● Task requirements:
Return the lines exactly as they stand, from the first of the material through the line containing "its place. */".

___ Raw data ___

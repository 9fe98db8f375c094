/* Thirty random aims: each is solved, and then verified by a direct solve, or declined with the
 * reason; on average they take no more than six direct solves.
 *
 * Stacks and segmented slabs seen from the side, of random media and dimensions; a random number of
 * them is varied between random bounds. Two targets of three are the value at a random place
 * between the bounds, so there is a solution; the others are drawn without looking. The numbers
 * come from a fixed seed. */
#include <math.h>
#include <picket.h>
#include <setjmp.h>
#include <stdarg.h>
#include <stdbool.h>
#include <stddef.h>
#include <stdint.h>
#include <stdio.h>
#include <string.h>
/* cmocka wants some of the above first, so this one keeps its place. */
/* clang-format off */
#include <cmocka.h>
/* clang-format on */

enum { AIMS = 30, TEXT = 2048, MOST_SOLVES_ON_AVERAGE = 6 };

static uint64_t seed = 20240607;

/* Evenly spread over [0, 1): linear congruence with the constants of D. Knuth's MMIX. */
static double draw(void) {
  seed = 6364136223846793005u * seed + 1442695040888963407u;
  return (double)(seed >> 11) / 9007199254740992.0;
}

static double draw_from(double low, double high) {
  return low + (high - low) * draw();
}

typedef struct question {
  char text[TEXT];  /* the problem without its aim */
  const char *path; /* what is varied */
  double low, high;
  const char *quantity;
  double accuracy;
} question;

static const char *const QUANTITIES[] = {"long_nm", "clearance_nm", "short_nm", "bloch_index",
                                         "group_index"};

static question draw_question(int i) {
  question q = {.accuracy = i % 2 ? 1e-2 : 1e-3};
  bool stack = i % 3 != 0;
  double pitch = draw_from(180, 260), tooth = draw_from(0.35, 0.65) * pitch;
  double width = draw_from(200, 350), index = draw_from(2.4, 3.5);
  const char *const stack_paths[] = {"cell.pitch_nm", "cell.shapes.0.to_nm",
                                     "materials.core.constant.index"};
  const char *const slab_paths[] = {"cell.pitch_nm", "cell.shapes.0.length_nm",
                                    "cell.shapes.0.width_nm"};
  int which = (int)(3 * draw());
  double value;
  char shape[256];
  if (stack) {
    snprintf(shape, sizeof shape, "stripe: {fill: core, across: z, from_nm: 0, to_nm: %.6f}",
             tooth);
    value = which == 0 ? pitch : which == 1 ? tooth : index;
  } else {
    snprintf(shape, sizeof shape, "rect: {fill: core, length_nm: %.6f, width_nm: %.6f}", tooth,
             width);
    value = which == 0 ? pitch : which == 1 ? tooth : width;
  }
  q.path = stack ? stack_paths[which] : slab_paths[which];
  q.low = value * draw_from(0.75, 0.95);
  q.high = value * draw_from(1.05, 1.3);
  q.quantity = QUANTITIES[(int)(5 * draw())];
  snprintf(q.text, sizeof q.text,
           "format: 1\nmaterials: {oxide: {constant: {index: 1.444}}, core: {constant: {index: "
           "%.6f}}}\nlight: {wavelength_nm: [1550, 1600], polarization: %s}\n"
           "cell: {pitch_nm: %.6f, cladding: oxide, lateral: %s, shapes: [{%s}]}\n",
           index,
           stack   ? "ey"
           : i % 2 ? "ey"
                   : "hy",
           pitch, stack ? "uniform" : "open", shape);
  return q;
}

static picket_context *context;

static picket_problem *read(const char *text) {
  picket_problem *problem = NULL;
  assert_int_equal(picket_problem_read_text(context, text, strlen(text), NULL, &problem),
                   PICKET_OK);
  return problem;
}

static double edge_of(picket_problem *problem, const question *q, const picket_options *options) {
  picket_result *result = NULL;
  picket_edges_answer answer;
  double um = NAN;
  if (picket_edges_find(problem, options, &result) == PICKET_OK &&
      picket_edges_get(result, 0, &answer) == PICKET_OK) {
    um = strcmp(q->quantity, "long_nm") == 0    ? answer.bands[0].long_um.value
         : strcmp(q->quantity, "short_nm") == 0 ? answer.bands[0].short_um.value
                                                : answer.operating.clearance_um.value;
  }
  picket_result_free(result);
  return 1e3 * um;
}

static double index_of(picket_problem *problem, const question *q, const picket_options *options) {
  picket_result *result = NULL;
  picket_index_answer answer;
  double value = NAN;
  picket_problem_set(problem, "light.wavelength_nm", "1550");
  if (picket_index_find(problem, options, &result) == PICKET_OK &&
      picket_index_get(result, 0, &answer) == PICKET_OK && answer.points[0].mode_count > 0) {
    const picket_bloch_mode *mode = &answer.points[0].modes[0];
    value =
        strcmp(q->quantity, "bloch_index") == 0 ? mode->bloch_index.value : mode->group_index.value;
    value = mode->regime == PICKET_REGIME_STOP_BAND ? NAN : value;
  }
  picket_result_free(result);
  return value;
}

/* The quantity at a value of what is varied, by the studies that know nothing of aiming. */
static double direct(const question *q, double value) {
  picket_options options;
  picket_options_init(&options);
  options.accuracy = q->accuracy;
  picket_problem *problem = read(q->text);
  assert_int_equal(picket_problem_set_number(problem, q->path, value), PICKET_OK);
  bool index = strcmp(q->quantity, "bloch_index") == 0 || strcmp(q->quantity, "group_index") == 0;
  double found = index ? index_of(problem, q, &options) : edge_of(problem, q, &options);
  picket_problem_free(problem);
  return found;
}

/* A target, true if there is a solution for it. */
static bool draw_target(const question *q, double *target) {
  double place = q->low + draw_from(0.05, 0.95) * (q->high - q->low);
  double wild = strstr(q->quantity, "index") ? draw_from(1.5, 3.5) : draw_from(300, 1600);
  double there = draw() < 0.67 ? direct(q, place) : NAN;
  *target = isnan(there) ? wild : there;
  return !isnan(there);
}

typedef struct tally {
  int solved, declined, solves, passes;
} tally;

static void check(const question *q, double target, bool solvable, const picket_aim_answer *answer,
                  tally *t) {
  const picket_aim_part *part = &answer->parts[0];
  t->solves += answer->solves;
  t->passes += answer->derivative_passes;
  if (!answer->found) {
    t->declined++;
    assert_true(answer->reason && strlen(answer->reason) > 20);
    if (solvable) {
      fail_msg("%s\n%s between %.10g and %.10g for %s = %.10g declined: %s", q->text, q->path,
               q->low, q->high, q->quantity, target, answer->reason);
    }
    return;
  }
  t->solved++;
  assert_true(part->value.value >= q->low && part->value.value <= q->high);
  double there = direct(q, part->value.value);
  bool clearance = strcmp(q->quantity, "clearance_nm") == 0;
  double scale = clearance ? 1550 - there : there;
  if (!(fabs(there - target) <= 0.5 * q->accuracy * scale * (1 + 1e-9))) {
    fail_msg("%s\n%s = %.10g for %s = %.10g gives %.10g", q->text, q->path, part->value.value,
             q->quantity, target, there);
  }
  /* And the bar of the value says how far the target may lie in it. */
  double miss = fabs(there - target) / fabs(part->derivative.value);
  assert_true(part->value.uncertainty >= miss * (1 - 1e-6));
}

static void thirty_aims(void **state) {
  (void)state;
  tally t = {0};
  for (int i = 0; i < AIMS; i++) {
    question q = draw_question(i);
    double target = 0;
    bool solvable = draw_target(&q, &target);
    char block[TEXT];
    snprintf(block, sizeof block,
             "{vary: %s, between: [%.10g, %.10g], quantity: %s, target: %.17g%s}", q.path, q.low,
             q.high, q.quantity, target, strstr(q.quantity, "index") ? ", at_nm: 1550" : "");
    picket_problem *problem = read(q.text);
    picket_result *result = NULL;
    picket_aim_answer answer;
    picket_options options;
    picket_options_init(&options);
    options.accuracy = q.accuracy;
    assert_int_equal(picket_problem_set(problem, "aim", block), PICKET_OK);
    if (picket_aim_find(problem, &options, &result) != PICKET_OK) {
      fail_msg("%s\n%s\n%s", q.text, block, picket_context_message(context));
    }
    assert_int_equal(picket_aim_get(result, 0, &answer), PICKET_OK);
    print_message("%2d: %s, %s: %s, %d solves, %d passes\n", i, q.quantity, q.path,
                  answer.found ? "found" : answer.reason, answer.solves, answer.derivative_passes);
    check(&q, target, solvable, &answer, &t);
    picket_result_free(result);
    picket_problem_free(problem);
  }
  print_message("%d solved, %d declined, %.2f direct solves and %.2f passes on average\n", t.solved,
                t.declined, (double)t.solves / AIMS, (double)t.passes / AIMS);
  assert_true(t.solved >= AIMS / 2);
  assert_true(t.solves <= MOST_SOLVES_ON_AVERAGE * AIMS);
}

static int open_context(void **state) {
  (void)state;
  return picket_context_create(NULL, &context) == PICKET_OK ? 0 : -1;
}

static int close_context(void **state) {
  (void)state;
  picket_context_free(context);
  return 0;
}

int main(void) {
  const struct CMUnitTest tests[] = {cmocka_unit_test(thirty_aims)};
  return cmocka_run_group_tests(tests, open_context, close_context);
}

___

● Reply:
repository 9fe98db8f375c094
/* Thirty random aims: each is solved, and then verified by a direct solve, or declined with the
 * reason; on average they take no more than six direct solves.
 *
 * Stacks and segmented slabs seen from the side, of random media and dimensions; a random number of
 * them is varied between random bounds. Two targets of three are the value at a random place
 * between the bounds, so there is a solution; the others are drawn without looking. The numbers
 * come from a fixed seed. */
#include <math.h>
#include <picket.h>
#include <setjmp.h>
#include <stdarg.h>
#include <stdbool.h>
#include <stddef.h>
#include <stdint.h>
#include <stdio.h>
#include <string.h>
/* cmocka wants some of the above first, so this one keeps its place. */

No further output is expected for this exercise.